Reproduce the section of the listing that begins at the line containing "for (size_t i = 0; i < plan.nunits &&" and finishes at the line containing "if (prog_open)". Include both end lines and nothing beyond them.

• **Supplied material**:

'''

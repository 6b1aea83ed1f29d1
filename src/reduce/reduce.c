/* reduce.c - the reducer's driver: plan, reduce the units of this rank,
 * merge, and on rank 0 build and safely write the summary. */
#include "reduce.h"
#include "reduce_internal.h"
#include "checkpoint.h" /* --checkpoint */
#include "memlimit.h"   /* --max-memory */

#include <errno.h>    /* errno, EEXIST */
#include <stdio.h>    /* snprintf, rename */
#include <stdlib.h>   /* calloc, free */
#include <string.h>   /* strrchr, memcpy */
#include <sys/stat.h> /* stat */
#include <time.h>     /* time, gmtime_r, strftime */
#include <unistd.h>   /* access, getpid, gethostname, link, unlink */
#include <dirent.h>   /* opendir, readdir: leftover temporary files */
#include <signal.h>   /* kill(pid, 0): is a writer still running */

void mc_reduce_opts_init(mc_reduce_opts *o)
{
    memset(o, 0, sizeof *o);
    o->progress_interval_s = 0.5;
}

/* This host's name as it goes into temporary file names: at most 64
 * characters of [A-Za-z0-9._-], anything else as '_'. */
static void host_tag(char *buf, size_t cap)
{
    char h[256] = "";
    if (gethostname(h, sizeof h - 1) != 0 || !h[0])
        snprintf(h, sizeof h, "unknown");
    size_t n = 0;
    for (const char *p = h; *p && n + 1 < cap && n < 64; p++) {
        const char c = *p;
        const int ok = (c >= 'a' && c <= 'z') || (c >= 'A' && c <= 'Z') ||
                       (c >= '0' && c <= '9') || c == '.' || c == '-' ||
                       c == '_';
        buf[n++] = ok ? c : '_';
    }
    buf[n] = '\0';
}

/* Temporary name next to the target, so the final rename stays inside one
 * file system: DIR/.BASE.tmp-HOST-PID. The host keeps writers on different
 * hosts of a shared file system apart, and tells the leftover cleanup
 * which temporary files it can judge. */
static void temp_name(const char *out, char *buf, size_t cap)
{
    char host[65];
    host_tag(host, sizeof host);
    const char *slash = strrchr(out, '/');
    if (slash)
        snprintf(buf, cap, "%.*s/.%s.tmp-%s-%ld", (int)(slash - out), out,
                 slash + 1, host, (long)getpid());
    else
        snprintf(buf, cap, ".%s.tmp-%s-%ld", out, host, (long)getpid());
}

/* Move the finished temporary file to @out: rename() with --force; without
 * it link() + unlink(), which refuses atomically if @out appeared since the
 * first check. The temporary file is gone afterwards in every case. */
static int publish(const char *tmp, const char *out, int force, mc_errinfo *err)
{
    if (force) {
        if (rename(tmp, out) == 0)
            return 0;
    } else {
        if (link(tmp, out) == 0) {
            unlink(tmp);
            return 0;
        }
        if (errno == EEXIST) {
            unlink(tmp);
            return mc_errinfo_set(
                err, MC_EEXIST, out, -1, -1,
                "appeared while reducing; use --force to replace");
        }
        /* File systems without hard links: check, then rename. */
        struct stat sb;
        if (stat(out, &sb) != 0 && rename(tmp, out) == 0)
            return 0;
    }
    const int e = errno;
    unlink(tmp);
    mc_errinfo_set(err, MC_EIO, out, -1, -1,
                   "cannot move the summary into place");
    if (err)
        err->sys_errno = e;
    return MC_EIO;
}

static int write_summary(const mc_summary *s, const char *out, int force,
                         mc_errinfo *err)
{
    char tmp[4096];
    temp_name(out, tmp, sizeof tmp);
    unlink(tmp); /* a leftover of a killed run with our pid */
    const int rc = mc_summary_write(tmp, s, err);
    if (rc) {
        unlink(tmp);
        if (err) /* name the file the user asked for, not our temporary */
            snprintf(err->path, sizeof err->path, "%s", out);
        return rc;
    }
    return publish(tmp, out, force, err);
}

/* Temporary summaries of killed runs: DIR/.BASE.tmp-HOST-PID written on
 * this host whose PID is no running process here (a kill -9 while writing
 * leaves one; it is never at the target). The next run to the same target
 * on the same host removes them; those of other hosts are left alone,
 * since only their own host can tell whether their writer still runs. */
static void remove_leftovers(const mc_reduce_opts *o)
{
    char dir[4096], pre[1100], path[8192];
    const char *slash = strrchr(o->output, '/');
    const char *base = slash ? slash + 1 : o->output;
    if (slash && slash > o->output)
        snprintf(dir, sizeof dir, "%.*s", (int)(slash - o->output), o->output);
    else
        snprintf(dir, sizeof dir, "%s", slash ? "/" : ".");
    char host[65];
    host_tag(host, sizeof host);
    const int np = snprintf(pre, sizeof pre, ".%s.tmp-%s-", base, host);
    DIR *d = opendir(dir);
    if (!d || np <= 0 || (size_t)np >= sizeof pre) {
        if (d)
            closedir(d);
        return;
    }
    const struct dirent *de;
    while ((de = readdir(d)) != NULL) {
        if (strncmp(de->d_name, pre, (size_t)np) != 0)
            continue;
        const char *q = de->d_name + np;
        long pid = 0;
        while (*q >= '0' && *q <= '9' && pid < 1000000000L)
            pid = pid * 10 + (*q++ - '0');
        if (*q || pid <= 0 || pid == (long)getpid())
            continue;
        if (kill((pid_t)pid, 0) == 0 || errno != ESRCH)
            continue; /* its writer may still run */
        snprintf(path, sizeof path, "%s/%s", dir, de->d_name);
        if (unlink(path) == 0 && o->note) {
            char line[8300];
            snprintf(line, sizeof line,
                     "removed 1 temporary file(s) of an interrupted run: %s",
                     path);
            o->note(o->note_ud, 1, line);
        }
    }
    closedir(d);
}

static void iso_now(char *buf, size_t cap)
{
    const time_t t = time(NULL);
    struct tm tm;
    gmtime_r(&t, &tm);
    strftime(buf, cap, "%Y-%m-%dT%H:%M:%SZ", &tm);
}

/* Unit @i of this rank: from its checkpoint when it has one, else read;
 * with a checkpoint directory a unit read is kept there before it is
 * merged. @return as mc__unit_reduce(). */
static int reduce_unit(mc__ckpt *ck, const mc_reduce_opts *o,
                       const mc__plan *plan, size_t i, mc__acc *acc,
                       mc__unit_result *res, mc__progress *prog,
                       mc_errinfo *err)
{
    const int got = mc__ckpt_resume(ck, plan, i, acc, res, prog, err);
    if (got)
        return got < 0 ? got : prog->stop ? 1 : 0;
    if (!ck)
        return mc__unit_reduce(plan, &plan->units[i], i, o->per_comm,
                               o->skip_damaged, acc, res, prog, err);
    mc__acc ua; /* the unit alone, as its checkpoint stores it */
    mc__acc_init(&ua);
    int rc = mc__unit_reduce(plan, &plan->units[i], i, o->per_comm,
                             o->skip_damaged, &ua, res, prog, err);
    if (rc == 0) {
        mc__ckpt_keep(ck, plan, i, &ua, res);
        rc = mc__acc_merge(acc, &ua);
        if (rc)
            mc_errinfo_set(err, rc, o->campaign, -1, -1, "merging a unit");
    }
    mc__acc_free(&ua);
    return rc;
}

/* --max-memory: what @acc holds now (into @held), plus with @build the
 * estimate of what building the summary adds, against the limit. */
static int memory_check(const mc_reduce_opts *o, const mc__acc *acc, int build,
                        const char *stage, mc__memuse *held, mc_errinfo *err)
{
    if (!o->max_memory)
        return 0;
    memset(held, 0, sizeof *held);
    mc__memuse_add_acc(held, acc);
    const uint64_t extra = build ? mc__memuse_build(acc) : 0;
    return mc__memuse_check(o->max_memory, held->bytes + extra, held, stage,
                            o->campaign, err);
}

/* Rank 0: build the model, stamp the elapsed time and write it. */
static int finish(MPI_Comm comm, const mc_reduce_opts *o, const mc__plan *plan,
                  mc__acc *acc, const mc__unit_result *res, size_t nres,
                  double t0, mc_reduce_result *out, mc_errinfo *err)
{
    int np = 1;
    MPI_Comm_size(comm, &np);
    char created[32], host[256] = "";
    iso_now(created, sizeof created);
    gethostname(host, sizeof host - 1);
    const mc__build_meta bm = {
        o->tool_version, created, o->campaign, o->label, host, np, o->per_comm};
    mc_summary *s = NULL;
    int rc = mc__build_summary(plan, acc, res, nres, &bm, &s);
    if (rc)
        return mc_errinfo_set(err, rc, o->output, -1, -1,
                              "cannot compute the statistics");
    s->meta.elapsed_s = MPI_Wtime() - t0;
    out->files = plan->nfiles;
    out->records = s->meta.records_read;
    out->rejected = s->meta.records_rejected;
    out->bytes = s->meta.bytes_read;
    remove_leftovers(o);
    rc = write_summary(s, o->output, o->force, err);
    out->elapsed_s = MPI_Wtime() - t0;
    out->summary_s = out->elapsed_s - out->plan_s - out->read_s - out->merge_s;
    mc_summary_free(s);
    return rc;
}

int mc_reduce_run(MPI_Comm comm, const mc_reduce_opts *o, mc_reduce_result *res,
                  mc_errinfo *err)
{
    const double t0 = MPI_Wtime();
    int me = 0, np = 1;
    MPI_Comm_rank(comm, &me);
    MPI_Comm_size(comm, &np);
    mc_reduce_result dummy;
    if (!res)
        res = &dummy;
    memset(res, 0, sizeof *res);
    mc_errinfo local;
    if (!err)
        err = &local;
    mc_errinfo_clear(err);

    mc__plan plan;
    memset(&plan, 0, sizeof plan);
    mc__acc acc;
    mc__acc_init(&acc);
    mc__unit_result *results = NULL;
    size_t nresults = 0;
    mc__ckpt *ck = NULL;
    mc__memuse held = {0, 0, 0, 0, 0}; /* what acc holds, for --max-memory */
    int rc = 0;

    /* Refuse an existing output, or one that cannot be created, before
     * any work. */
    if (me == 0) {
        struct stat sb;
        char dir[4096];
        const char *slash = strrchr(o->output, '/');
        if (slash)
            snprintf(dir, sizeof dir, "%.*s", (int)(slash - o->output + 1),
                     o->output);
        else
            snprintf(dir, sizeof dir, ".");
        if (!o->force && stat(o->output, &sb) == 0)
            rc = mc_errinfo_set(err, MC_EEXIST, o->output, -1, -1,
                                "use --force to replace it");
        else if (access(dir, W_OK) != 0)
            rc = mc_errinfo_set(err, MC_EOPEN, o->output, -1, -1,
                                "its directory is not writable");
        else if (o->checkpoint)
            rc = mc__ckpt_plan_build(o->campaign, np, o->skip_damaged,
                                     o->checkpoint_unit ? o->checkpoint_unit
                                                        : MC__CKPT_DEFAULT_UNIT,
                                     &plan, err);
        else
            rc = mc__plan_build(o->campaign, np, o->skip_damaged, &plan, err);
    }
    if ((rc = mc__agree(comm, rc, err)) != 0)
        goto out;
    rc = mc__plan_bcast(comm, &plan);
    if (rc)
        mc_errinfo_set(err, rc, o->campaign, -1, -1, "cannot share the plan");
    if ((rc = mc__agree(comm, rc, err)) != 0)
        goto out;
    const double t_planned = MPI_Wtime();
    res->plan_s = t_planned - t0;
    if (o->checkpoint &&
        (rc = mc__ckpt_open(comm, o->checkpoint, &plan, o->per_comm,
                            o->skip_damaged, o->note, o->note_ud, &ck, err)) !=
            0)
        goto out;

    res->units = plan.nunits;
    for (size_t i = 1; i < plan.nunits; i++)
        res->split_files +=
            plan.units[i].file == plan.units[i - 1].file &&
            (i < 2 || plan.units[i - 2].file != plan.units[i].file);

    /* Reduce this rank's units, in plan order. */
    size_t mine = 0;
    for (size_t i = 0; i < plan.nunits; i++)
        mine += plan.units[i].owner == me;
    results = calloc(mine ? mine : 1, sizeof *results);
    mc__progress prog;
    rc = mc__progress_open(&prog, comm, plan.total_bytes,
                           o->progress_interval_s, t0);
    const int prog_open = rc == 0;
    prog.cb = me == 0 ? o->progress : NULL;
    prog.ud = o->progress_ud;
    prog.mem_limit = o->max_memory;
    prog.mem_base = &held;
    if (rc)
        mc_errinfo_set(err, rc, o->campaign, -1, -1,
                       "cannot create the progress window");
    else if (!results)
        rc =
            mc_errinfo_set(err, MC_ENOMEM, o->campaign, -1, -1, "unit results");
    for (size_t i = 0; i < plan.nunits && !rc; i++) {
        if (plan.units[i].owner != me)
            continue;
        rc = reduce_unit(ck, o, &plan, i, &acc, &results[nresults], &prog, err);
        nresults++;
        if (!rc)
            rc = memory_check(o, &acc, 0, "reading", &held, err);
        if (rc < 0)
            mc__progress_add(&prog, 0, 1, 1);
    }
    if (rc == 1)
        rc = 0; /* stopped for another rank's failure, which agree reports */
    if (prog_open)
        mc__progress_close(&prog);
    if ((rc = mc__agree(comm, rc, err)) != 0)
        goto out;
    const double t_read = MPI_Wtime();
    res->read_s = t_read - t_planned;
    if (me == 0 && o->progress)
        o->progress(o->progress_ud, plan.total_bytes, plan.total_bytes,
                    MPI_Wtime() - t0, 1);
    res->resumed_units = ck ? mc__ckpt_report(ck, comm) : 0;

    rc = mc__merge_hists(comm, &acc);
    if (rc)
        mc_errinfo_set(err, rc, o->output, -1, -1, "merging histograms");
    if (!rc)
        rc = memory_check(o, &acc, 0, "merging", &held, err);
    if ((rc = mc__agree(comm, rc, err)) != 0)
        goto out;
    rc = mc__gather_tables(comm, &acc, &results, &nresults);
    if (rc)
        mc_errinfo_set(err, rc, o->output, -1, -1, "gathering tables");
    if ((rc = mc__agree(comm, rc, err)) != 0)
        goto out;
    res->merge_s = MPI_Wtime() - t_read;
    if (me == 0)
        rc = memory_check(o, &acc, 1, "building the summary", &held, err);
    if (me == 0 && !rc)
        rc = finish(comm, o, &plan, &acc, results, nresults, t0, res, err);
    rc = mc__agree(comm, rc, err);
    if (!rc && me == 0)
        mc__ckpt_finish(ck, &plan, o->output);
    if (!rc) {
        uint64_t v[4] = {res->files, res->records, res->rejected, res->bytes};
        double el = res->elapsed_s;
        MPI_Bcast(v, 4, MPI_UINT64_T, 0, comm);
        MPI_Bcast(&el, 1, MPI_DOUBLE, 0, comm);
        res->files = v[0];
        res->records = v[1];
        res->rejected = v[2];
        res->bytes = v[3];
        res->elapsed_s = el;
    }
out:
    for (size_t i = 0; i < nresults; i++)
        mc__unit_result_free(&results[i]);
    free(results);
    mc__ckpt_free(ck);
    mc__acc_free(&acc);
    mc__plan_free(&plan);
    return rc;
}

'''

• **Result of the exercise**:
    for (size_t i = 0; i < plan.nunits && !rc; i++) {
        if (plan.units[i].owner != me)
            continue;
        rc = reduce_unit(ck, o, &plan, i, &acc, &results[nresults], &prog, err);
        nresults++;
        if (!rc)
            rc = memory_check(o, &acc, 0, "reading", &held, err);
        if (rc < 0)
            mc__progress_add(&prog, 0, 1, 1);
    }
    if (rc == 1)
        rc = 0; /* stopped for another rank's failure, which agree reports */
    if (prog_open)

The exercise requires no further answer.